On Sunday, I blogged about a possible pop cultural connection between a pint-sized Japanese comic book character and a similarly small Batman character. Today I’m talking about that original pint-sizer once again. And farts.

So while the whole Batman thing grabbed me, it’s not that particular Black Jack comic that I will remember forever. There’s another one in which little Pinoko accidentally swallows a poison capsule and Black Jack must extract it from her before her digestive juices eat through the casing. He realizes that the only way he can flush the capsule from Pinoko’s body is to fill her digestive cavity with gas to blast the capsule into an area he can reach. Black Jack succeeds, of course, but as the recovering Pinoko is consequently very flatulent. This panel appears on the comic’s last page:


Being tired but unable to sleep and reading this comic at around two in the morning, I found this hilarious — not just the situation but the phrasing. I don’t think I’ve ever heard anyone ask the question “How did I get so many farts?” but I’m sure many people have been in a situation in which it would have been appropriate.

It kept thinking about this at odd times, and it kept making me laugh.
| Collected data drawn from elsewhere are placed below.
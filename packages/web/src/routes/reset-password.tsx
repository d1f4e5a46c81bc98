import { Link, useSearchParams } from 'react-router-dom';
import { Door } from '../features/accounts/form-parts';
import { ResetForm } from '../features/accounts/reset-form';
import { usePageTitle } from '../lib/page-title';

export function Component() {
  usePageTitle('New password');
  const token = useSearchParams()[0].get('token');
  return (
    <Door title="Choose a new password">
      {token ? (
        <ResetForm token={token} />
      ) : (
        <p>
          The link is not whole: open it from the mail once more, or{' '}
          <Link to="/forgotten">ask for a new one</Link>.
        </p>
      )}
    </Door>
  );
}
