import { Link } from 'react-router-dom';
import { ForgottenForm } from '../features/accounts/forgotten-form';
import { Door, OtherDoors } from '../features/accounts/form-parts';
import { usePageTitle } from '../lib/page-title';

export function Component() {
  usePageTitle('Forgotten password');
  return (
    <Door title="Forgotten password">
      <p>A link to choose a new one goes to the address of your account.</p>
      <ForgottenForm />
      <OtherDoors>
        <Link to="/sign-in">Sign in</Link>
      </OtherDoors>
    </Door>
  );
}
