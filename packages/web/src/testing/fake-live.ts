import type { ServerToClient, SheetEvent, SheetPresence } from '@rivetside/shared';
import { live, type SheetListener } from '../lib/live';

/**
 * Takes the place of the live connection for one test: nothing connects, and the test says what happens. Undone with
 * jest.restoreAllMocks().
 */
export function fakeLive() {
  const sheets = new Map<string, Set<SheetListener>>();
  const handlers = new Map<keyof ServerToClient, Set<(said: never) => void>>();
  const reconnected = new Set<() => void>();
  const written: boolean[] = [];
  const each = (questionId: string, tell: (listener: SheetListener) => void) =>
    [...(sheets.get(questionId) ?? [])].forEach(tell);

  jest.spyOn(live, 'joinSheet').mockImplementation((questionId, listener) => {
    sheets.set(questionId, (sheets.get(questionId) ?? new Set()).add(listener));
    return {
      leave: () => void sheets.get(questionId)?.delete(listener),
      writing: (on) => void written.push(on),
    };
  });
  jest.spyOn(live, 'on').mockImplementation((name, handler) => {
    const those = handlers.get(name) ?? new Set();
    handlers.set(name, those.add(handler as (said: never) => void));
    return () => void those.delete(handler as (said: never) => void);
  });
  jest.spyOn(live, 'onReconnect').mockImplementation((tell) => {
    reconnected.add(tell);
    return () => void reconnected.delete(tell);
  });

  return {
    /** What the page said about writing, in order. */
    written,
    joined: (questionId: string) => (sheets.get(questionId)?.size ?? 0) > 0,
    afterSeq: (questionId: string) => [...(sheets.get(questionId) ?? [])][0]?.afterSeq(),
    event: (event: SheetEvent) => each(event.questionId, (one) => one.onEvent(event)),
    presence: ({ questionId, people }: SheetPresence) => each(questionId, (one) => one.onPresence(people)),
    state: (questionId: string, state: 'live' | 'cutOff') => each(questionId, (one) => one.onState(state)),
    gap: (questionId: string) => each(questionId, (one) => one.onGap?.()),
    say<N extends keyof ServerToClient>(name: N, said: Parameters<ServerToClient[N]>[0]): void {
      handlers.get(name)?.forEach((handler) => handler(said as never));
    },
    reconnect: () => reconnected.forEach((tell) => tell()),
  };
}
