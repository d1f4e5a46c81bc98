import {
  BASIS_WORDS,
  type Completion,
  type Endorsement,
  type Fix,
  type Objection,
  type Referral,
  type SheetEvent,
} from '@rivetside/shared';

interface Data {
  readonly fix?: Fix;
  readonly endorsement?: Endorsement;
  readonly objection?: Objection;
  readonly completion?: Completion;
  readonly referral?: Referral;
  readonly reason?: string;
}

type Say = (data: Data) => string;
const stampOf = ({ endorsement }: Data) => `stamp ${endorsement?.stampNumber ?? ''}`.trim();

/** What happened beside the talk, in a line; the sheet itself shows the whole. */
const WORDS: Readonly<Record<Exclude<SheetEvent['type'], 'message'>, Say>> = {
  asked: () => 'asked',
  fix: ({ fix }) => `proposed fix ${fix?.number}: ${fix?.summary}`,
  fixWithdrawn: ({ fix }) => `withdrew fix ${fix?.number}: ${fix?.withdrawn?.reason}`,
  endorsement: ({ endorsement }) =>
    `gave stamp ${endorsement?.stampNumber}, ${endorsement ? BASIS_WORDS[endorsement.basis] : ''}`,
  endorsementWithdrawn: (data) => `withdrew ${stampOf(data)}: ${data.endorsement?.withdrawn?.reason}`,
  endorsementHeld: (data) => `put ${stampOf(data)} on hold: ${data.endorsement?.held?.reason}`,
  endorsementReviewed: (data) => {
    const look = data.endorsement?.reviews.at(-1);
    return `looked at ${stampOf(data)} again, ${look?.decision === 'keep' ? 'kept it' : 'took it back'}: ${look?.reason}`;
  },
  endorsementExpired: (data) => `${stampOf(data)} ran out`,
  objection: ({ objection }) => `objected: ${objection?.reason}`,
  objectionAnswered: ({ objection }) => `answered the objection: ${objection?.answered?.answer}`,
  completion: ({ completion }) => `carried it out in ${completion?.minutes} minutes`,
  referral: () => 'sent it to the kit maker',
  referralAnswer: ({ referral }) => `filed the kit maker’s answer, ${referral?.answered?.reference}`,
  withdrawn: ({ reason }) => `withdrew the question: ${reason}`,
};

export function eventWords({ type, data }: SheetEvent): string {
  return type === 'message' ? '' : WORDS[type](data as Data);
}
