import type { AskQuestion, Question } from '@rivetside/shared';
import { act, screen, waitFor, within } from '@testing-library/react';
import type { UserEvent } from '@testing-library/user-event';
import { http, HttpResponse } from 'msw';
import { keptOnDevice } from '../testing/kept-on-device';
import { fakeLive } from '../testing/fake-live';
import { makeMe } from '../testing/make-me';
import { makeQuestionRow } from '../testing/make-question-row';
import { renderRoute } from '../testing/render-route';
import { makeBuild, makeHoleLine, makeKit, makeSection, makeSectionSummary } from '../testing/make-section';
import { server } from '../testing/server';

const list = (...items: object[]) => HttpResponse.json({ items, nextCursor: null });
const section = makeSection();
const line = makeHoleLine();
const ON_THE_LINE = `/ask?sectionId=${section.id}&holeLineId=${line.id}&hole=7`;
const TITLE = 'Hole 7 in the doubler will not line up with the spar';
const BODY = 'Matched on the bench, off once clecoed. Nothing drilled since.';

function makeAsked(): Question {
  return {
    ...makeQuestionRow({ id: '0190a0b0-0000-7000-8000-00000000aa01', title: TITLE }),
    body: BODY,
    kitName: 'Alderfly A-2',
    step: null,
    part: null,
    holeLine: null,
    holes: [],
    buildId: null,
    builderIds: [],
    holeCard: null,
    fitCheck: null,
    photos: [],
    fixes: [],
    referral: null,
    completion: null,
    withdrawn: null,
    events: [],
    lastSeq: 1,
    seenSeq: 1,
  };
}

interface Asked {
  readonly key: string | null;
  readonly body: AskQuestion;
}

/** Answers every try with the next of the answers, the last one for good, and remembers what was asked. */
function answering(...answers: (() => Response)[]): Asked[] {
  const asked: Asked[] = [];
  server.use(
    http.post('*/api/questions', async ({ request }) => {
      const body = (await request.json()) as AskQuestion;
      asked.push({ key: request.headers.get('idempotency-key'), body });
      return answers[Math.min(asked.length, answers.length) - 1]!();
    }),
  );
  return asked;
}
const taken = () => HttpResponse.json(makeAsked(), { status: 201 });
const refusing = (body: object, status = 400) =>
  HttpResponse.json({ status, ...body }, { status, headers: { 'content-type': 'application/problem+json' } });

beforeEach(() => {
  fakeLive();
  server.use(
    http.get('*/api/kits', () => list(makeKit())),
    http.get('*/api/builds', () => list(makeBuild())),
    http.get('*/api/kits/:id/sections', () => list(makeSectionSummary())),
    http.get('*/api/sections/:id', () => HttpResponse.json(section)),
    http.post('*/api/questions/similar', () => list()),
    http.get('*/api/questions/:id', () => HttpResponse.json(makeAsked())),
  );
});
afterEach(() => jest.restoreAllMocks());

const field = (name: string | RegExp) => screen.findByRole('textbox', { name });
/** With the usual rivets to choose from. */
const rivet = () => screen.findByRole('combobox', { name: 'Rivet as drawn' });
const put = (user: UserEvent) => user.click(screen.getByRole('button', { name: 'Put it to the mentors' }));

async function sayWhatIsWrong(user: UserEvent) {
  await user.click(await screen.findByRole('radio', { name: 'Holes do not line up' }));
  await user.type(await field('In one line'), TITLE);
  await user.type(await field(/What you see/), BODY);
}

it('asks with place, hole card and usual discipline as typed, and opens the sheet', async () => {
  const asked = answering(taken);
  const { user, router } = renderRoute(ON_THE_LINE);
  await sayWhatIsWrong(user);
  await user.type(await field('Next hole, left'), '0.610');
  await put(user);
  await waitFor(() => expect(router.state.location.pathname).toBe(`/questions/${makeAsked().id}`));
  expect(asked).toHaveLength(1);
  expect(asked[0]!.body).toMatchObject({
    kitId: makeKit().id,
    sectionId: section.id,
    stepId: line.stepId,
    holeLineId: line.id,
    holes: [{ repeat: 1, hole: 7 }],
    buildId: makeBuild().id,
    chapterId: makeMe().memberships[0]!.chapterId,
    audience: 'chapter',
    mishap: 'misalignedHole',
    discipline: 'sheetMetal',
    title: TITLE,
    body: BODY,
    holeCard: { neighbours: [{ x: { value: -0.61, u: 0.005 }, y: 0 }] },
    photoIds: [],
  });
  await waitFor(() => expect(keptOnDevice.size).toBe(0));
});

describe('coming from a hole line', () => {
  it('has place, stack, rivet and hole filled in, and the address no longer holds them', async () => {
    const { user, router } = renderRoute(ON_THE_LINE);
    await user.click(await screen.findByRole('radio', { name: 'Holes do not line up' }));
    expect(await screen.findByRole('combobox', { name: 'Hole line' })).toHaveValue(line.id);
    expect(screen.getByRole('combobox', { name: 'Step' })).toHaveValue(line.stepId!);
    expect(screen.getByRole('combobox', { name: 'Section' })).toHaveValue(section.id);
    expect(await field('Hole numbers')).toHaveValue('7');
    expect(await rivet()).toHaveValue('470 AD4');
    expect(screen.getAllByRole('textbox', { name: 'Thickness' })[1]).toHaveValue('0.063');
    expect(screen.getAllByRole('combobox', { name: 'Alloy' })[0]).toHaveValue('2024-T3 clad');
    expect(router.state.location.search).toBe('');
  });

  it('lets the asker decide where another draft is half written', async () => {
    const me = makeMe();
    const first = renderRoute('/ask', { me });
    await first.user.type(await field('In one line'), 'Gap at the rudder cap');
    await waitFor(() => expect(keptOnDevice.size).toBe(1));
    first.unmount();
    const { user } = renderRoute(ON_THE_LINE, { me });
    expect(await screen.findByText(/“Gap at the rudder cap”/)).toBeVisible();
    expect(await screen.findByRole('combobox', { name: 'Section' })).toHaveValue('');
    await user.click(screen.getByRole('button', { name: 'Throw it away and begin here' }));
    expect(await screen.findByRole('combobox', { name: 'Hole line' })).toHaveValue(line.id);
    expect(await field('In one line')).toHaveValue('');
  });
});

it('sends nothing that cannot be right, and says why at the field and above', async () => {
  const asked = answering(taken);
  const { user } = renderRoute('/ask');
  await user.click(await screen.findByRole('radio', { name: 'Holes do not line up' }));
  await user.type(await field('In one line'), 'off');
  await user.type(await rivet(), '470 AD4');
  await user.type((await screen.findAllByRole('textbox', { name: 'Largest across' }))[0]!, 'a bit');
  await put(user);
  const summary = await screen.findByRole('alert');
  expect(summary).toHaveFocus();
  expect(
    within(summary)
      .getAllByRole('button')
      .map(({ textContent }) => textContent),
  ).toEqual([
    'Say in which section it is, or that it is about the whole build.',
    'Say in one line what is wrong: at least 8 characters.',
    'Say what you see and what you have done so far.',
    expect.stringMatching(/a bit/),
  ]);
  expect(await field('In one line')).toHaveAccessibleDescription(/at least 8 characters/);
  expect(screen.getByRole('combobox', { name: 'Section' })).toBeInvalid();
  expect(asked).toEqual([]);
  await user.click(within(summary).getByRole('button', { name: /a bit/ }));
  expect((await screen.findAllByRole('textbox', { name: 'Largest across' }))[0]).toHaveFocus();
});

it('puts the words of the server at their fields, takes the focus to the summary, and keeps everything', async () => {
  const errors = [
    { path: 'holes.0.hole', message: 'This line has 6 holes.' },
    { path: 'holeCard.neighbours.0.x.value', message: 'That is further than the sheet is long.' },
    { path: 'title', message: 'Say it in other words.' },
  ];
  const asked = answering(() => refusing({ title: 'Some of it cannot be.', errors }), taken);
  const { user, router } = renderRoute(ON_THE_LINE);
  await sayWhatIsWrong(user);
  // The first row is left blank: the card's first neighbour is the form's second.
  await user.type(await field('Next hole, right'), '64');
  await put(user);
  const summary = await screen.findByRole('alert');
  await waitFor(() => expect(summary).toHaveFocus());
  expect(await field('Hole numbers')).toHaveAccessibleDescription(/This line has 6 holes/);
  expect(await field('Next hole, right')).toHaveAccessibleDescription(/further than the sheet/);
  expect(await field('Next hole, right')).toHaveValue('64');
  expect(await field('In one line')).toHaveValue(TITLE);
  expect(await field(/What you see/)).toHaveValue(BODY);

  await user.clear(await field('Hole numbers'));
  expect(within(summary).queryByText(/This line has 6 holes/)).toBeNull();
  expect(within(summary).getByText('Say it in other words.')).toBeVisible();
  await user.type(await field('In one line'), ' at all');
  await put(user);
  await waitFor(() => expect(router.state.location.pathname).toMatch(/^\/questions\//));
  // Another question is another write.
  expect(asked[1]!.key).not.toBe(asked[0]!.key);
});

describe('without a network', () => {
  const online = (isOnline: boolean) => {
    jest.spyOn(navigator, 'onLine', 'get').mockReturnValue(isOnline);
    act(() => void window.dispatchEvent(new Event(isOnline ? 'online' : 'offline')));
  };

  it('says so, keeps the question, sends it once with the key it began with, and opens the sheet', async () => {
    const asked = answering(() => HttpResponse.error(), taken);
    const { user, router } = renderRoute(ON_THE_LINE);
    await sayWhatIsWrong(user);
    online(false);
    await put(user);
    expect(await screen.findByText(/kept on this device and is sent once/)).toBeVisible();
    expect(await field('In one line')).toBeDisabled();
    await waitFor(() => expect(asked).toHaveLength(1));
    online(true);
    await waitFor(() => expect(router.state.location.pathname).toMatch(/^\/questions\//));
    online(true);
    expect(asked).toHaveLength(2);
    expect(asked[1]).toEqual(asked[0]);
  });

  it('goes on after a closed tab with the same question and key', async () => {
    const me = makeMe();
    const asked = answering(() => HttpResponse.error(), taken);
    const first = renderRoute(ON_THE_LINE, { me });
    await sayWhatIsWrong(first.user);
    online(false);
    await put(first.user);
    await waitFor(() => expect(asked).toHaveLength(1));
    await waitFor(() => expect(keptOnDevice.has(`sending:ask:${me.id}`)).toBe(true));
    first.unmount();
    const { router } = renderRoute('/ask', { me });
    expect(await screen.findByText(/kept on this device and is sent once/)).toBeVisible();
    online(true);
    await waitFor(() => expect(router.state.location.pathname).toMatch(/^\/questions\//));
    expect(asked).toHaveLength(2);
    expect(asked[1]).toEqual(asked[0]);
  });

  it('gives the question back to be changed, and then does not send it by itself', async () => {
    const asked = answering(() => HttpResponse.error(), taken);
    const { user } = renderRoute(ON_THE_LINE);
    await sayWhatIsWrong(user);
    online(false);
    await put(user);
    await user.click(await screen.findByRole('button', { name: 'Take it back and change it' }));
    expect(await field('In one line')).toBeEnabled();
    expect(await field('In one line')).toHaveValue(TITLE);
    const before = asked.length;
    online(true);
    await act(() => new Promise((resolve) => setTimeout(resolve, 50)));
    expect(asked).toHaveLength(before);
  });
});

it('goes on by itself after a session that was lost meanwhile', async () => {
  const me = makeMe();
  const asked = answering(() => refusing({ title: 'Sign in first.' }, 401), taken);
  server.use(
    http.post('*/api/auth/refresh', () => refusing({ title: 'The session has ended.' }, 401)),
    http.post('*/api/auth/sign-in', () =>
      HttpResponse.json({ accessToken: 'a-new-token', expiresIn: 900, user: me }),
    ),
  );
  const { user, router } = renderRoute(ON_THE_LINE, { me });
  await sayWhatIsWrong(user);
  await put(user);
  const dialog = await screen.findByRole('dialog');
  await user.type(within(dialog).getByLabelText('Password'), 'seven pins and a loupe');
  await user.click(within(dialog).getByRole('button', { name: /Sign in/ }));
  await waitFor(() => expect(router.state.location.pathname).toMatch(/^\/questions\//));
  expect(asked).toHaveLength(2);
  expect(asked[1]).toEqual(asked[0]);
});

it('takes a bare number in the reader’s millimetres and asks in inches', async () => {
  const asked = answering(taken);
  const { user } = renderRoute(ON_THE_LINE, { units: 'mm' });
  await sayWhatIsWrong(user);
  expect(screen.getAllByRole('textbox', { name: 'Thickness' })[1]).toHaveValue('1.6002');
  await user.type(await field('Next hole, left'), '15.5');
  await put(user);
  await waitFor(() => expect(asked).toHaveLength(1));
  const [{ x }] = asked[0]!.body.holeCard!.neighbours! as [{ x: { value: number } }];
  expect(x.value).toBeCloseTo(-15.5 / 25.4, 6);
});

it('keeps a draft over a closed tab, with the hour it was kept', async () => {
  const me = makeMe();
  const first = renderRoute('/ask', { me });
  await sayWhatIsWrong(first.user);
  await first.user.type(await rivet(), '426 AD3');
  first.unmount();
  renderRoute('/ask', { me });
  expect(await field('In one line')).toHaveValue(TITLE);
  expect(await rivet()).toHaveValue('426 AD3');
  expect(await screen.findByText(/draft kept on this device, \d\d:\d\d/)).toBeVisible();
});

it('draws and checks while the card is typed, and holds the last drawing while a number is half typed', async () => {
  const { user } = renderRoute(ON_THE_LINE);
  await user.click(await screen.findByRole('radio', { name: 'Holes do not line up' }));
  expect(await screen.findByRole('group', { name: 'Hole card, drawn to scale' })).toBeVisible();
  const table = screen.getByRole('table', { name: /Fit check/ });
  expect(table).not.toHaveTextContent('0.156 over 0.132');
  const [own, other] = await screen.findAllByRole('textbox', { name: 'Largest across' });
  await user.type(own!, '#30');
  await user.type(other!, '0.1285');
  await user.type(await field('Layers off by'), '0.027');
  await waitFor(() => expect(screen.getByRole('table', { name: /Fit check/ })).toHaveTextContent('0.156'));
  await user.clear(await rivet());
  expect(screen.getByRole('group', { name: 'Hole card, drawn to scale' })).toBeVisible();
});

it('shows what was met before, in words, and asks for it once the hands rest', async () => {
  const queries: unknown[] = [];
  const question = makeQuestionRow({
    title: 'Root doubler, hole 9 off from the web hole',
    state: 'carriedOut',
  });
  server.use(
    http.post('*/api/questions/similar', async ({ request }) => {
      queries.push(await request.json());
      return list({ question, alikeIn: ['trouble', 'head'], differsIn: [], score: 0.8, holeCard: null });
    }),
  );
  const { user } = renderRoute('/ask');
  await user.type(await field('In one line'), 'Doubler off');
  expect(await screen.findByRole('link', { name: question.title })).toBeVisible();
  expect(screen.getByText('alike in trouble, head · carried out')).toBeVisible();
  expect(queries).toEqual([expect.objectContaining({ text: 'Doubler off' })]);
});

it('is not open to whoever builds nowhere', async () => {
  const me = makeMe();
  renderRoute('/ask', { me: { ...me, memberships: [{ ...me.memberships[0]!, roles: ['mentor'] }] } });
  await waitFor(() => expect(screen.getByRole('main')).toHaveTextContent(/builder/));
  expect(screen.queryByRole('button', { name: 'Put it to the mentors' })).toBeNull();
});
Eventually, it occurred to me that the line would make an amazing improv exercise in style of Mel Gibson’s “GIVE ME BACK MY SON!” line from Ransom.



(I hadn’t seen this video in a few years and upon rewatching it I’m surprised to see Office add-ons Ellie Kemper and Zach Woods in it. Way to graduate from YouTube, funny people!)

Imagine a group of people speaking this line in different ways to another person in the group. Both must keep a straight face. There’s so many directions you could take it. Confused. Forlorn. Inexplicably elated. Angry at God. Hysterical. Resigned. Awed by the miracles of nature. You can emphasize the I. You can emphasize the farts. You can emphasize the many You can say it like a fat southern sheriff. Or a valley girl. Or a grizzled prospector. Or a 50s housewife. Or a someone performing Shakespeare Or Jan Brady. Or Jerry Seinfeld. Or Shirley Temple. Or Mr. T.

The possibilities are endless.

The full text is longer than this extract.